Honestly I don't usually bother with much in the way of magic items at all, having learned that the extra points add up very quickly across multiple characters and would usually end up buying me an extra unit in the end. 

Then there is always the argument that for 15 pts more than a lector I can rock a priest AND a witch hunter. I like that.


----------



## Vaz (Mar 19, 2008)

why? mr2 blow and immunity to fear and terror is sorted by taking the mask of eee for 25 points less. oh and you get to reroll to hit and kb against one model? due to its pitiful 3 i4 S4 attacks, no armour and two wounds, any half decent infantry unit and commander would murder a witch hunter. it falls down to a stiff breeze, and I can get an arch lector with obsidian amulet and mask of eee providing similar benefits for 5 more points.

on another note saw a hilarious tactic tonight - scud lector - lector, carpet, white cloak and great weapon. went straight for The bloodthirster and took it on for the rest of the game, thanks to its 2+ flaming ward.


----------



## karlhunt (Mar 24, 2009)

I like the "Scud Lector" idea.

Got a new issue with the Arch Lector in general though. It seems like everyone want to stick him on the altar for the area effect but for the cost of a lector on altar I can pick up three priests, dramatically increasing the number of prayers I can attempt, more than making up for the difference in magic points allowance, and doubling the overall number of wounds. Not only that but I have 55 points left over to actually get some of those magic items and get everyone in heavy armor. How is the, non-scud, Lector worth it again?


----------



## Tim/Steve (Jan 25, 2009)

Vaz said:


> why? mr2 blow and immunity to fear and terror is sorted by taking the mask of eee for 25 points less.

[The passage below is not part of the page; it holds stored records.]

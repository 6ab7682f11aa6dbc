//! What a person says about a system: the inputs, and what can be wrong with them.

use super::air::Air;
use super::limits::{self, Limit, OutOfLimit};
use super::planet_choices::{TidesChoice, Water};
use crate::physics::planet::{Greenhouse, Redistribution};
use crate::physics::star::convective::SurfaceOpacity;
use thiserror::Error;

/// A star with its planets, as the user describes them at the star's arrival on the main sequence.
#[derive(Clone, Debug, PartialEq)]
pub struct System {
    /// The star.
    pub star: StarSpecification,
    /// The planets, in the user's order.
    pub planets: Vec<PlanetSpecification>,
}

/// The inputs of a star.
#[derive(Clone, Debug, PartialEq)]
pub struct StarSpecification {
    /// Name for people.
    pub name: String,
    /// Mass on arrival at the main sequence, solar masses.
    pub mass_msun: f64,
    /// Metallicity [Fe/H], dex.
    pub metallicity_dex: f64,
    /// Age at the moment called now, yr since arrival on the main sequence.
    pub present_age_yr: f64,
    /// How opaque the surface is, if the star is a red dwarf.
    pub red_dwarf_surface: SurfaceOpacity,
}

/// Every surface a red dwarf can be given, in the order they are offered.
pub const RED_DWARF_SURFACES: [SurfaceOpacity; 2] = [SurfaceOpacity::Modern, SurfaceOpacity::Of1997];

/// A surface in words for people.
#[must_use]
pub fn surface_name(surface: SurfaceOpacity) -> &'static str {
    match surface {
        SurfaceOpacity::Modern => "modern",
        SurfaceOpacity::Of1997 => "as in 1997",
    }
}

/// The inputs of a planet.
#[derive(Clone, Debug, PartialEq)]
pub struct PlanetSpecification {
    /// Name for people, unique in its system.
    pub name: String,
    /// Semi-major axis at the star's arrival on the main sequence, au.
    pub semi_major_axis_au: f64,
    /// Orbital eccentricity, dimensionless.
    pub eccentricity: f64,
    /// Mass, Earth masses.
    pub mass_mearth: f64,
    /// Radius, Earth radii.
    pub radius_rearth: f64,
    /// Bond albedo, dimensionless.
    pub bond_albedo: f64,
    /// How the absorbed light is spread over the globe.
    pub redistribution: Redistribution,
    /// Infrared emissivity, dimensionless.
    pub emissivity: f64,
    /// Greenhouse effect, held fixed; of a planet with a climate, the one it has when its water is gone.
    pub greenhouse: Greenhouse,
    /// Clear air that makes the sky, held fixed.
    pub air: Air,
    /// Surface water whose climate answers to the star; `None` where the greenhouse effect alone counts.
    pub water: Option<Water>,
    /// Whether tides change the orbit.
    pub tides: TidesChoice,
    /// Length of the first day, h; the usual one for the planet's mass where nothing is said.
    pub initial_day_h: Option<f64>,
    /// A mean surface temperature whose first and last moment are dated, K.
    pub marked_temperature_k: Option<f64>,
}

/// Where in a system a problem sits.
#[derive(Clone, Copy, Debug, PartialEq, Eq, Hash)]
pub enum Body {
    /// The star.
    Star,
    /// The planet with this index, counted from 0.
    Planet(usize),
}

/// Something a system may not hold.
#[derive(Clone, Debug, PartialEq)]
pub struct SystemProblem {
    /// The body it is about.
    pub body: Body,
    /// The key of the field it is about, such as `bond_albedo`.
    pub key: &'static str,
    /// What is wrong.
    pub fault: Fault,
}

/// What can be wrong with one input.
#[derive(Clone, Debug, Error, PartialEq)]
pub enum Fault {
    /// A number outside its range.
    #[error(transparent)]
    OutOfLimit(#[from] OutOfLimit),
    /// A body without a name.
    #[error("name is empty, allowed 1 to {} characters", limits::LONGEST_NAME)]
    NoName,
    /// A name too long or with a control character in it.
    #[error(
        "name is {length} characters long or holds control characters, allowed 1 to {} printable characters",
        limits::LONGEST_NAME
    )]
    BadName {
        /// Its length in characters.
        length: usize,
    },
    /// Two planets of one name.
    #[error("name is \"{name}\" a second time, allowed once; give each planet a name of its own")]
    NameTwice {
        /// The name.
        name: String,
    },
    /// More planets than a system may hold.
    #[error("there are {count} planets, allowed at most {}", limits::MOST_PLANETS)]
    TooManyPlanets {
        /// How many there are.
        count: usize,
    },
}

impl System {
    /// Everything that is wrong, in reading order; empty for a system that can be computed.
    #[must_use]
    pub fn problems(&self) -> Vec<SystemProblem> {
        let mut found = Vec::new();
        let mut note = |body, key, fault| found.push(SystemProblem { body, key, fault });
        let star = &self.star;
        if let Some(fault) = name_fault(&star.name) {
            note(Body::Star, "name", fault);
        }
        for (limit, value) in star.inputs() {
            if let Err(error) = limit.check(value) {
                note(Body::Star, limit.key, error.into());
            }
        }
        if self.planets.len() > limits::MOST_PLANETS {
            note(Body::Star, "planets", Fault::TooManyPlanets { count: self.planets.len() });
        }
        for (index, planet) in self.planets.iter().enumerate() {
            let body = Body::Planet(index);
            if let Some(fault) = name_fault(&planet.name) {
                note(body, "name", fault);
            } else if self.planets[..index].iter().any(|earlier| earlier.name == planet.name) {
                note(body, "name", Fault::NameTwice { name: planet.name.clone() });
            }
            for (limit, value) in planet.inputs() {
                if let Err(error) = limit.check(value) {
                    note(body, limit.key, error.into());
                }
            }
        }
        found
    }

    /// A name for one more planet that no planet bears yet.
    #[must_use]
    pub fn free_planet_name(&self, wanted: &str) -> String {
        let taken = |name: &str| self.planets.iter().any(|planet| planet.name == name);
        if !taken(wanted) {
            return wanted.to_owned();
        }
        let stem: String = wanted.chars().take(limits::LONGEST_NAME - 4).collect();
        let stem = stem.trim_end_matches(|character: char| character.is_ascii_digit()).trim_end();
        let stem = if stem.is_empty() { "Planet" } else { stem };
        // One of these is free: there are more of them than planets.
        (2..=self.planets.len() + 2)
            .map(|count| format!("{stem} {count}"))
            .find(|name| !taken(name))
            .unwrap_or_else(|| wanted.to_owned())
    }
}

impl StarSpecification {
    /// Every number of the star with its limit.
    #[must_use]
    pub fn inputs(&self) -> [(&'static Limit, f64); 3] {
        [
            (&limits::STAR_MASS, self.mass_msun),
            (&limits::METALLICITY, self.metallicity_dex),
            (&limits::PRESENT_AGE, self.present_age_yr),
        ]
    }
}

impl Default for StarSpecification {
    fn default() -> Self {
        Self {
            name: "Star".to_owned(),
            mass_msun: 1.0,
            metallicity_dex: 0.0,
            present_age_yr: 4.57e9,
            red_dwarf_surface: SurfaceOpacity::Modern,
        }
    }
}

impl PlanetSpecification {
    /// Every number of the planet with its limit; those of greenhouse, air and water only where there is one.
    #[must_use]
    pub fn inputs(&self) -> Vec<(&'static Limit, f64)> {
        let mut inputs = vec![
            (&limits::SEMI_MAJOR_AXIS, self.semi_major_axis_au),
            (&limits::ECCENTRICITY, self.eccentricity),
            (&limits::PLANET_MASS, self.mass_mearth),
            (&limits::PLANET_RADIUS, self.radius_rearth),
            (&limits::BOND_ALBEDO, self.bond_albedo),
            (&limits::EMISSIVITY, self.emissivity),
        ];
        match self.greenhouse {
            Greenhouse::None => {}
            Greenhouse::FixedIncrement { increment_k } => inputs.push((&limits::GREENHOUSE_INCREMENT, increment_k)),
            Greenhouse::Grey { optical_depth } => inputs.push((&limits::OPTICAL_DEPTH, optical_depth)),
        }
        inputs.extend(self.air.surface_pressure_bar().map(|pressure_bar| (&limits::SURFACE_PRESSURE, pressure_bar)));
        inputs.extend(self.water.iter().flat_map(Water::inputs));
        inputs.extend(self.initial_day_h.map(|day_h| (&limits::INITIAL_DAY, day_h)));
        inputs.extend(self.marked_temperature_k.map(|marked_k| (&limits::MARKED_TEMPERATURE, marked_k)));
        inputs
    }
}

impl Default for PlanetSpecification {
    fn default() -> Self {
        Self {
            name: "Planet".to_owned(),
            semi_major_axis_au: 1.0,
            eccentricity: 0.0,
            mass_mearth: 1.0,
            radius_rearth: 1.0,
            bond_albedo: 0.3,
            redistribution: Redistribution::WholePlanet,
            emissivity: 1.0,
            greenhouse: Greenhouse::None,
            air: Air::default(),
            water: None,
            tides: TidesChoice::On,
            initial_day_h: None,
            marked_temperature_k: None,
        }
    }
}

fn name_fault(name: &str) -> Option<Fault> {
    let length = name.chars().count();
    if name.trim().is_empty() {
        Some(Fault::NoName)
    } else if length > limits::LONGEST_NAME || name.chars().any(char::is_control) {
        Some(Fault::BadName { length })
    } else {
        None
    }
}

#[cfg(test)]
mod tests {
    use super::*;

    fn system() -> System {
        System { star: StarSpecification::default(), planets: vec![PlanetSpecification::default()] }
    }

    #[test]
    fn the_defaults_are_sound() {
        assert!(system().problems().is_empty());
    }

    #[test]
    fn every_problem_is_found_at_once() {
        let mut bad = system();
        bad.star.mass_msun = -1.0;
        bad.star.name = String::new();
        bad.planets[0].bond_albedo = 1.4;
        bad.planets.push(bad.planets[0].clone());
        let keys: Vec<_> = bad.problems().iter().map(|problem| (problem.body, problem.key)).collect();
        let second = Body::Planet(1);
        assert_eq!(
            keys,
            [
                (Body::Star, "name"),
                (Body::Star, "mass_msun"),
                (Body::Planet(0), "bond_albedo"),
                (second, "name"),
                (second, "bond_albedo"),
            ]
        );
    }

    #[test]
    fn a_free_name_counts_on() {
        let mut system = system();
        assert_eq!(system.free_planet_name("Planet"), "Planet 2");
        system.planets.push(PlanetSpecification { name: "Planet 2".to_owned(), ..PlanetSpecification::default() });
        assert_eq!(system.free_planet_name("Planet 2"), "Planet 3");
        assert_eq!(system.free_planet_name("Ember"), "Ember");
    }
}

The model with the mask gets immunity for fear and terror.... not his unit. In fact the model doesn't really even get protection from terror if in a unit since the unit will have to take a terror test if charged by something nasty as the majority of them don't ignore it.
Fear in 8th makes units in base contact take fear tests, the result of which is ignored by any model with fear... mean the mask of ee is good at hobbling the enemy, but not at helping yourself.


----------



## Vaz (Mar 19, 2008)

ah. getcha. im spoiled by army wide fear or unbreakable though so you can excuse that.


----------



## stalarious (Aug 25, 2011)

OK you gotta remember new units mean new tactics and until you try them out you cant say that they are not worth playing with. But thats just my two cents.


----------



## ExtraCrew (Jan 22, 2012)

Played with the Lector and Alter it has great potential. I still think most of what people think of the new book is based on the old book, "it was better in the old book, this was the tactic I used in the old book". its no longer the old book, its the new book. when it is all said and done and all the armies get updated I feel you will see a game that is well thought out and balanced. The guy I play mainly has OnG and in the old book it was a rare day he beat my empire, since the new book are games are closer and we tie a lot more. And the two armies just seem to fit and play better against each other since both are now updated.


----------